Los últimos aumentos y la difícil tarea de mantener en pie un comercioUno de los últimos aumentos registrados en la Argentina, es el precio de algunas marcas de cigarrillos. Las quejas ante este tipo de incrementos se han alejado, pues estamos ante un cliente resignado y frente a comerciantes a los cuales cada vez les resulta más dificil llevar adelante sus negocios.

A comienzos de esta semana, la tabacalera Nobleza Piccardo anunció un aumento del 4% en sus cigarrillos. La noticia repercutió de manera dispar en los fumadores y comerciantes. Los primeros se mostraron inmutables, en tanto los vendedores acentuaron su preocupación por sus fuentes de trabajo.

“La gente ya está acostumbrada a estos aumentos. Este es un producto de lujo y el fumador estaba esperando el aumento. La inflación está afectando a todos los productos, en especial este tipo de mercaderias”, sentenció Yaqui Castro, comerciante del departamento de Junín.

Desde el rubro coinciden en que el año pasado se notaba un poco más la queja de los fumadores, seguida de una baja en las ventas que luego se regularizaba. Ante este último incremento las quejas han sido mínimas. “El aumento ya es normal”, aseguran.

 

El duelo entre la Inversión y las Ganancias

Si seguimos en el marco de los cigarrillos, la inversión que un comerciante debe hacer es muy elevada en comparación de años anteriores y las ganancias son prácticamente nulas. Lo mismo sucede con la venta de tarjetas telefónicas, cargas celularque en los últimos años ha obligado al vendedor a tener que ponerles un pequeño plus (por lo general $1) para hacerlas rentables.

“Siempre la ganancia fue ínfima y antes se los utilizaba como un llamador de clientes pero, en la actualidad, el que compra cigarrillos puede que compre unos caramelos y listo, se terminó la compra”, explica Castro.

 

El panorama del rubro comercial

Es de público conocimiento que los aumentos se registran en todos los productos, aunque el cigarrillo quizás era uno de los más regulados. “Se suponía que había una ley que establecía el precio al público, en realidad un precio sugerido, pero esa ley no existe. Es una ley de productos importados que venían con el precio impreso”, precisa la comerciante.

Ante esta situación, el panorama de las fuentes de trabajo de este rubro es bastante desalentador. Los aumentos en los productos y el pago de alquileres e impuestos generan incertidumbre en quienes se ubican detrás del mostrador.
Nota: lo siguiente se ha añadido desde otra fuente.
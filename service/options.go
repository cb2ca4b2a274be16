package service

import (
	"fmt"

	pb "limitary/api/limitary/v1"
	"limitary/internal/chart"
	"limitary/internal/definition"
	"limitary/internal/limits"
	"limitary/internal/rules"
)

// readOptions fills what limits of some kinds can be asked for; package limits checks whether the kind of the request has
// it. Sides is the side of a one-sided chart.
func readOptions(in *pb.KindOptions, req *limits.Request) (sides rules.Sides, err error) {
	if in == nil {
		return rules.BothSides, nil
	}
	if req.Transform, err = transformFromProto(in.Transform); err != nil {
		return sides, err
	}
	req.Levels, req.BetweenSigma = levelsFromProto(in.Levels), in.BetweenSigma
	if req.Counts.Method, err = countMethodFromProto(in.CountMethod); err != nil {
		return sides, err
	}
	if e := in.ExtraVariation; e < 0 || e > pb.ExtraVariation_EXTRA_VARIATION_BETWEEN_SAMPLES {
		return sides, definition.Invalid("extra_variation", "%d: no such value", e)
	}
	req.Counts.Extra, req.Counts.MeanUpperBound = limits.ExtraVariation(in.ExtraVariation), in.MeanUpperBound
	req.Duplicates = limits.DuplicateOptions{
		Bands: in.BandFrom, Sigmas: in.BandSigma, Function: in.SpreadFunction, S0: in.S0, B: in.B,
		AbsoluteBelow: in.AbsoluteBelow, AbsoluteSigma: in.AbsoluteSigma,
	}
	if in.OneSided != pb.WatchedSide_WATCHED_SIDE_UNSPECIFIED && !req.Kind.Has(chart.Location) {
		return sides, definition.Invalid("one_sided", "is given, but a chart of kind %s has no location trace; it watches the upper side by itself", req.Kind)
	}
	return oneSided(in.OneSided, req)
}

// oneSided leaves out the lines of the location trace on the side that is not watched.
func oneSided(side pb.WatchedSide, req *limits.Request) (rules.Sides, error) {
	fixed := &req.Fixed[chart.Location]
	var drop []**chart.Line
	var sides rules.Sides
	switch side {
	case pb.WatchedSide_WATCHED_SIDE_UNSPECIFIED:
		return rules.BothSides, nil
	case pb.WatchedSide_WATCHED_SIDE_UPPER:
		sides, drop = rules.UpperOnly, []**chart.Line{&fixed.LowerAction, &fixed.LowerWarning}
	case pb.WatchedSide_WATCHED_SIDE_LOWER:
		sides, drop = rules.LowerOnly, []**chart.Line{&fixed.UpperAction, &fixed.UpperWarning}
	default:
		return 0, definition.Invalid("one_sided", "%d: no such value", side)
	}
	for _, line := range drop {
		if *line != nil && (*line).Basis != chart.Absent {
			return 0, definition.Invalid("one_sided", "a line is given on the side that is not watched, at %v; leave one of the two out", (*line).Value)
		}
		*line = &chart.Line{Basis: chart.Absent}
	}
	return sides, nil
}

// watched gives the rules as a chart with the side watched has them. Rules that need both sides are refused.
func watched(field string, specs []rules.Spec, sides rules.Sides) ([]rules.Spec, error) {
	if sides == rules.BothSides {
		return specs, nil
	}
	for i, s := range specs {
		if s.Sides != rules.BothSides && s.Sides != sides {
			return nil, definition.Invalid(fmt.Sprintf("%s.rules[%d].sides", field, i), "%s watches the side that this chart does not watch", s.ID)
		}
		if s.Kind == rules.Span {
			return nil, definition.Invalid(fmt.Sprintf("%s.rules[%d]", field, i), "%s looks for points on opposite sides, and one side only is watched", s.ID)
		}
	}
	return rules.OneSide(specs, sides), nil
}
La lista de precios va en ascenso, las ganancias se mantienen estancadas o disminuyen, la inversión es cada vez mayor y ni hablar de los alquileres. Todo es una cadena, pero que tira en diferentes direcciones.

La cintura del pequeño comerciante se quiebra e intenta sortear las variaciones de un sistema cada vez más desequilibrado. ¿Y el cliente?… hay temas de bolsillo que hoy es mejor no hablar.